Privacy is a huge issue for most users, though they leave locational data open to their favorite phone apps.  Would people share locational data with an interested party? If the value provided exceeds the cost, or perceived risk, the answer will be a clear yes.  The ability of machines to speak in the same language, or protocol, also stands between the present situation and ultimate success.  Varying applications storing data in varying formats makes the
data difficult to aggregate into a usable format.  What could the answer be?  Companies are actively dedicating resources to developing standard M2M protocols.  Google has been a huge proponent of open platforms such as with Android, just as the Linux crew has been.  The more important issue is if all of this was possible and would the end state be worth the journey? Absolutely.

The intuitive nature of Apple’s products came from Steve Job’s insistence on basing the functionality of his products on empirical evidence of how people interacted with machines, technology, and the world.  Social media provides data on these interactions, habits, and desires for 72% of the population.  By nature, social media is a platform that people use to express themselves and share personal information.  Sir Jobs of the Apple clan was without a doubt impressive in understanding the needs that people didn’t know they had yet.  In leveraging this mountain of data, finding a way to aggregate it, understanding its potential, and innovating a process for understanding it, we may find the next Apple fueled by the insight of the next Steve Jobs.

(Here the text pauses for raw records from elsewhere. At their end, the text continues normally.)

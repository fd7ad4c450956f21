import type { Href } from 'expo-router';

export type ProjectPage = 'home' | 'plant' | 'bench' | 'cases' | 'limits' | 'analyses' | 'members' | 'activity';

export const projectPath = (projectId: string, page: ProjectPage = 'home') =>
  `/projects/${projectId}${page === 'home' ? '' : `/${page}`}` as Href;
export const analysisPath = (projectId: string, analysisId: string) => `/projects/${projectId}/analyses/${analysisId}` as Href;
export const benchPath = (projectId: string, designId: string, revision: number) =>
  `/projects/${projectId}/bench?design=${designId}&revision=${revision}` as Href;

const withNext = (path: string, next: string, email?: string) => {
  const query = new URLSearchParams({ ...(next !== '/' && { next }), ...(email && { email }) }).toString();
  return (query === '' ? path : `${path}?${query}`) as Href;
};

interface OnBench {
  caseId: string;
  /** The bench's own choice where absent. */
  design?: { id: string; revision: number };
}

/** One case on the bench, under a kept revision of a design. */
export const caseBenchPath = (projectId: string, { caseId, design }: OnBench) =>
  `${design ? `${benchPath(projectId, design.id, design.revision)}&` : `${projectPath(projectId, 'bench')}?`}case=${caseId}` as Href;

/** Sign-in that leads back to the page asked for, with the address written in where it is known. */
export const signInPath = (next: string, email?: string) => withNext('/sign-in', next, email);
export const signUpPath = (next: string, email?: string) => withNext('/sign-up', next, email);

/** Where to go after signing in: a path of this site, never another's. */
export function safeNext(next: string | undefined): Href {
  const own = next !== undefined && /^\/(?![/\\])/.test(next);
  return (own ? next : '/') as Href;
}
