/** The loop shown before the gate: a car's speed loop at 30 km/h in continuous time, and where it comes nearest to −1. */

const plant = { gain: 2.28, drag: 0.0192, lag: 0.331, deadTime: 0.17 };
const gains = { kp: 1.05, ki: 0.42, kd: 0.3, filter: 0.035 };

interface PlanePoint {
  frequency: number;
  re: number;
  im: number;
}

/** L(jω) = P·C: magnitudes multiply, angles add. */
function loopAt(frequency: number): PlanePoint {
  const w = frequency;
  const derivative = (gains.kd * w) / (1 + (gains.filter * w) ** 2);
  const controller = { re: gains.kp + derivative * gains.filter * w, im: derivative - gains.ki / w };
  const magnitude = (plant.gain * Math.hypot(controller.re, controller.im)) / (Math.hypot(w, plant.drag) * Math.hypot(plant.lag * w, 1));
  const angle = Math.atan2(controller.im, controller.re) - Math.atan2(w, plant.drag) - Math.atan(plant.lag * w) - plant.deadTime * w;
  return { frequency: w, re: magnitude * Math.cos(angle), im: magnitude * Math.sin(angle) };
}

const LOWEST = 0.8;
const HIGHEST = 120;
const POINTS = 500;

const distance = ({ re, im }: PlanePoint) => Math.hypot(re + 1, im);

export const entryLoop = Array.from({ length: POINTS }, (_, i) => loopAt(LOWEST * (HIGHEST / LOWEST) ** (i / (POINTS - 1))));
export const nearestPoint = entryLoop.reduce((nearest, point) => (distance(point) < distance(nearest) ? point : nearest));
export const nearestMs = 1 / distance(nearestPoint);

What does all of this point to?  Social media and lifestyle media have invaded our lives in force.  Oddly enough, it can’t be considered an invasion because we’ve welcomed it with open arms.  We depend on social media, living our lives and communicating through it daily while we share…everything.  The marketer with customer insight foremost in mind takes deep interest in what makes the customer who they are, and what endears the customer to his brand.  By leveraging this virtual journey map and trail through cyberspace, the marketer has one more tool in his tool box to provide exactly what the customer wants and needs, even when that customer doesn’t realize it.  What role will social media and lifestyle media play in the future of customer insights? How are marketers leveraging these tools now and how can we best position ourselves for the future use of this tool?  In my research to come, delving into current and rising trends and theories of social media’s use for customer insight in the future, I hope to find out.  The ultimate goal?  Insight into social media as a tool for customer insight.









1 comment:

  1. Hi Carlos - I like this whole area as a topic for a paper. It is quite vast, so you'll need to figure out how and where you can narrow in on the topic you'd most like to cover. My worry is that you can write a whole book on the last few questions in your paragraph and dedicate the next few years of your life exploring it. I'd really like to work with you to organize your thoughts. The blog post makes a lot of really good points, but it comes across as a bit sprawling and does not have a super clear direction. I had to read it again to make sure you covered all of the points I was hoping that you all would cover (and I'm 95% sure that you did). I'm assuming you were including the Pew poll as your central article? Let's work together to make sure that this is a paper that is really good for you and stays quite focused within the limited space you'll have to write it. Thanks!